* [Required action]: Locate the line that contains "max_nets: Some(1 <<". Copy it and every following line through the end of the records, exactly, and include nothing else.

(Data extracted from a collection)
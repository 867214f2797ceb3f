//! Size bounds of the readers, with generators of nesting, replication and
//! hierarchy: every generated file either reads to the function integer
//! arithmetic predicts, or is refused with a located error when the size
//! it would reach (again computed by integer arithmetic here) passes the
//! bound. Also the start values of registers from Verilog `initial` blocks.

use proptest::prelude::*;
use ribbonmap::io::{read_netlist_str, NetlistFormat, ReadOptions, MAX_EXPRESSION_WIDTH};
use ribbonmap::network::{InitValue, Network};

fn read(
    text: &str,
    name: &str,
    format: NetlistFormat,
    max_nets: Option<u64>,
) -> Result<Network, ribbonmap::diag::SourceError> {
    let opts = ReadOptions {
        max_nets,
        ..ReadOptions::default()
    };
    read_netlist_str(text, name, format, &opts)
}

/// Output words of a one-input design on the patterns a = 0, a = 1.
fn column(net: &Network) -> u64 {
    net.simulate_outputs(&[0b10])[0] & 0b11
}

/// `count` in-series instances per level of a chain of `levels` modules,
/// each leaf an inverter: the output is `a` inverted `count^levels` times.
fn verilog_hierarchy(levels: u32, count: u32) -> String {
    let mut v = String::from("module m_0(a, y); input a; output y; assign y = ~a; endmodule\n");
    for k in 1..=levels {
        v.push_str(&format!("module m_{k}(a, y); input a; output y; wire t0;"));
        for i in 0..count {
            v.push_str(&format!(" wire t{};", i + 1));
        }
        v.push_str(" assign t0 = a;");
        for i in 0..count {
            v.push_str(&format!(" m_{} u{i}(t{i}, t{});", k - 1, i + 1));
        }
        v.push_str(&format!(" assign y = t{count}; endmodule\n"));
    }
    v
}

fn blif_hierarchy(levels: u32, count: u32) -> String {
    let mut b = String::new();
    for k in (1..=levels).rev() {
        b.push_str(&format!(
            ".model m_{k}\n.inputs a\n.outputs y\n.names a t0\n1 1\n"
        ));
        for i in 0..count {
            b.push_str(&format!(".subckt m_{} a=t{i} y=t{}\n", k - 1, i + 1));
        }
        b.push_str(&format!(".names t{count} y\n1 1\n.end\n"));
    }
    b.push_str(".model m_0\n.inputs a\n.outputs y\n.names a y\n0 1\n.end\n");
    b
}

/// A replication nest `{c0{{c1{ ... {a} ... }}}}` and its width.
fn replication(counts: &[u32]) -> (String, u64) {
    let mut e = "a".to_string();
    let mut width = 1u64;
    for &c in counts.iter().rev() {
        e = format!("{{{c}{{{e}}}}}");
        width = width.saturating_mul(c as u64);
    }
    (e, width)
}

proptest! {
    #![proptest_config(ProptestConfig { cases: 48, ..ProptestConfig::default() })]

    #[test]
    fn replication_nests_give_parity_or_a_located_width_error(counts in proptest::collection::vec(1u32..48, 1..5)) {
        let (e, width) = replication(&counts);
        let text = format!("module m(a, y); input a; output y; assign y = ^{e}; endmodule\n");
        // The net bound raised past any width allowed, so the width bound
        // is what refuses.
        match read(&text, "r.v", NetlistFormat::Verilog, Some(1 << 23)) {
            Ok(net) => {
                prop_assert!(width <= MAX_EXPRESSION_WIDTH);
                // XOR of `width` copies of a: a when width is odd, else 0.
                prop_assert_eq!(column(&net), if width % 2 == 1 { 0b10 } else { 0 });
            }
            Err(err) => {
                prop_assert!(width > MAX_EXPRESSION_WIDTH, "{}", err);
                prop_assert_eq!(err.line, 1);
                prop_assert!(err.message.contains(&width.to_string()), "{}", err);
            }
        }
    }

    #[test]
    fn hierarchies_flatten_to_the_predicted_function_or_are_refused(levels in 1u32..40, count in 1u32..4, blif in any::<bool>()) {
        let limit = 5_000u64;
        let instances: u64 = (0..levels).fold(1u64, |n, _| n.saturating_mul(count as u64));
        let (text, format) = if blif {
            (blif_hierarchy(levels, count), NetlistFormat::Blif)
        } else {
            (verilog_hierarchy(levels, count), NetlistFormat::Verilog)
        };
        match read(&text, "h", format, Some(limit)) {
            Ok(net) => {
                // count^levels inverters in series.
                prop_assert!(instances <= limit);
                prop_assert_eq!(column(&net), if instances % 2 == 1 { 0b01 } else { 0b10 });
            }
            Err(err) => {
                // The estimate counts about 12 nets per leaf here, so a
                // refusal needs more than limit / 64 leaves; the error
                // names a module.
                prop_assert!(instances > limit / 64, "{} leaves: {}", instances, err);
                prop_assert!(err.message.contains("m_") && err.message.contains("--max-nets"), "{}", err);
                prop_assert!(err.line > 0 && err.column > 0, "{}", err);
            }
        }
    }

    #[test]
    fn nesting_gives_the_predicted_function_or_a_depth_error(depth in 1usize..400) {
        let text = format!(
            "module t(a, y); input a; output y; assign y = {}a{}; endmodule\n",
            "~(".repeat(depth),
            ")".repeat(depth)
        );
        match read(&text, "n.v", NetlistFormat::Verilog, None) {
            Ok(net) => prop_assert_eq!(column(&net), if depth % 2 == 1 { 0b01 } else { 0b10 }),
            Err(err) => {
                prop_assert!(depth > 60, "{}", err);
                prop_assert!(err.message.contains("nested"), "{}", err);
            }
        }
    }
}

#[test]
fn the_option_raises_the_bound() {
    // 2^12 leaves: refused at 1,000 nets, read at the default.
    let text = verilog_hierarchy(12, 2);
    let err = read(&text, "h.v", NetlistFormat::Verilog, Some(1_000)).unwrap_err();
    assert!(err.message.contains("more than the limit of 1000"), "{err}");
    let net = read(&text, "h.v", NetlistFormat::Verilog, None).unwrap();
    assert_eq!(column(&net), 0b10);
}

#[test]
fn many_wide_statements_hit_the_running_bound() {
    // Each statement is within the width limit, but together they pass a
    // small net limit: refused at the statement that crosses it.
    let mut text = String::from("module m(a, y); input a; output y; wire [4095:0] w0;");
    for k in 1..40 {
        text.push_str(&format!(
            " wire [4095:0] w{k}; assign w{k} = w{} ^ {{4096{{a}}}};",
            k - 1
        ));
    }
    text.push_str(" assign w0 = {4096{a}}; assign y = ^w39; endmodule\n");
    let err = read(&text, "w.v", NetlistFormat::Verilog, Some(100_000)).unwrap_err();
    assert!(err.message.contains("100000"), "{err}");
    assert!(read(&text, "w.v", NetlistFormat::Verilog, None).is_ok());
}

/// A flip-flop module as benchmark files write it: the register's start
/// value in an `initial` block, a delayed continuous assignment.
const FLIP_FLOP: &str = "module dff(CK, D, Q);
  input CK, D;
  output Q;
  reg q;
  initial q <= 1'b0;
  assign #1 Q = q;
  always @(posedge CK) q <= D;
endmodule
";

#[test]
fn initial_constants_become_start_values() {
    let net = read(FLIP_FLOP, "dff.v", NetlistFormat::Verilog, None).unwrap();
    assert_eq!(net.storage()["q"].init, InitValue::Zero);
    let one = FLIP_FLOP.replace("initial q <= 1'b0;", "initial begin #0 q = 1'b1; end");
    let net = read(&one, "dff.v", NetlistFormat::Verilog, None).unwrap();
    assert_eq!(net.storage()["q"].init, InitValue::One);
    // A vector register gets one value per bit, least significant first.
    let vector = "module r(c, d, q); input c; input [2:0] d; output [2:0] q; reg [2:0] s;
      initial s = 3'b101; always @(posedge c) s <= d; assign q = s; endmodule\n";
    let net = read(vector, "r.v", NetlistFormat::Verilog, None).unwrap();
    let inits: Vec<InitValue> = net.storage().values().map(|s| s.init).collect();
    assert_eq!(inits, [InitValue::One, InitValue::Zero, InitValue::One]);
    // The writer keeps them.
    let back = read(
        &ribbonmap::io::write_verilog(&net),
        "w.v",
        NetlistFormat::Verilog,
        None,
    )
    .unwrap();
    let again: Vec<InitValue> = back.storage().values().map(|s| s.init).collect();
    assert_eq!(again, inits);
}

#[test]
fn other_initial_content_is_refused_clearly() {
    for (body, line) in [
        ("initial q = D;", 5),
        ("initial if (D) q = 1'b0;", 5),
        ("initial begin q = 1'b0; $finish; end", 5),
    ] {
        let text = FLIP_FLOP.replace("initial q <= 1'b0;", body);
        let err = read(&text, "dff.v", NetlistFormat::Verilog, None).unwrap_err();
        assert_eq!(err.line, line, "{err}");
        assert!(err.message.contains("constant start values"), "{err}");
    }
}

/// A few bytes of Verilog declaring many port bits within a raised net
/// bound (7 × 2^20 = 7,340,032 bits < 2^23) are refused at the port that
/// passes the port-bit bound of docs/netlist-formats.md (2^23 / 16 =
/// 524,288 bits, integer arithmetic), not read for seconds; at the default
/// bound 65,536 port bits (2^20 / 16) are allowed.
#[test]
fn wide_ports_within_the_net_bound_are_refused_by_the_port_bound() {
    let ports: Vec<String> = (0..7).map(|i| format!("p{i}")).collect();
    let text = format!(
        "module m({}, y);\n{}\noutput y;\nassign y = p0[0];\nendmodule\n",
        ports.join(", "),
        ports
            .iter()
            .map(|p| format!("input [1048575:0] {p};"))
            .collect::<Vec<_>>()
            .join("\n")
    );
    let raised = ReadOptions {
        max_nets: Some(1 << 23),
        ..ReadOptions::default()
    };
    let err = read_netlist_str(&text, "w.v", NetlistFormat::Verilog, &raised).expect_err("refused");
    assert_eq!(err.line, 2, "{err}");
    assert!(err.message.contains("524288 port bits"), "{err}");
    // 65,536 port bits in all are allowed (65,535 + 1).
    let text = "module m(a, y);\ninput [65534:0] a;\noutput y;\nassign y = a[0];\nendmodule\n";
    read_netlist_str(
        text,
        "ok.v",
        NetlistFormat::Verilog,
        &ReadOptions::default(),
    )
    .unwrap();
}

/// A fuzz finding (examples/fuzz_inputs.rs): a doubling hierarchy whose
/// model m_23 instantiates m_34 above it, a cycle. The search for the
/// smallest too-large model walked around the cycle for ever; now the file
/// is refused at once with a located error.
#[test]
fn a_cyclic_doubling_hierarchy_is_refused_without_hanging() {
    let text = std::fs::read_to_string("tests/data/bad/cyclic_doubling.blif").unwrap();
    let err = read(&text, "c.blif", NetlistFormat::Blif, None).unwrap_err();
    assert!(err.line >= 1, "{err}");
}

* [Finished task]:
        max_nets: Some(1 << 23),
        ..ReadOptions::default()
    };
    let err = read_netlist_str(&text, "w.v", NetlistFormat::Verilog, &raised).expect_err("refused");
    assert_eq!(err.line, 2, "{err}");
    assert!(err.message.contains("524288 port bits"), "{err}");
    // 65,536 port bits in all are allowed (65,535 + 1).
    let text = "module m(a, y);\ninput [65534:0] a;\noutput y;\nassign y = a[0];\nendmodule\n";
    read_netlist_str(
        text,
        "ok.v",
        NetlistFormat::Verilog,
        &ReadOptions::default(),
    )
    .unwrap();
}

/// A fuzz finding (examples/fuzz_inputs.rs): a doubling hierarchy whose
/// model m_23 instantiates m_34 above it, a cycle. The search for the
/// smallest too-large model walked around the cycle for ever; now the file
/// is refused at once with a located error.
#[test]
fn a_cyclic_doubling_hierarchy_is_refused_without_hanging() {
    let text = std::fs::read_to_string("tests/data/bad/cyclic_doubling.blif").unwrap();
    let err = read(&text, "c.blif", NetlistFormat::Blif, None).unwrap_err();
    assert!(err.line >= 1, "{err}");
}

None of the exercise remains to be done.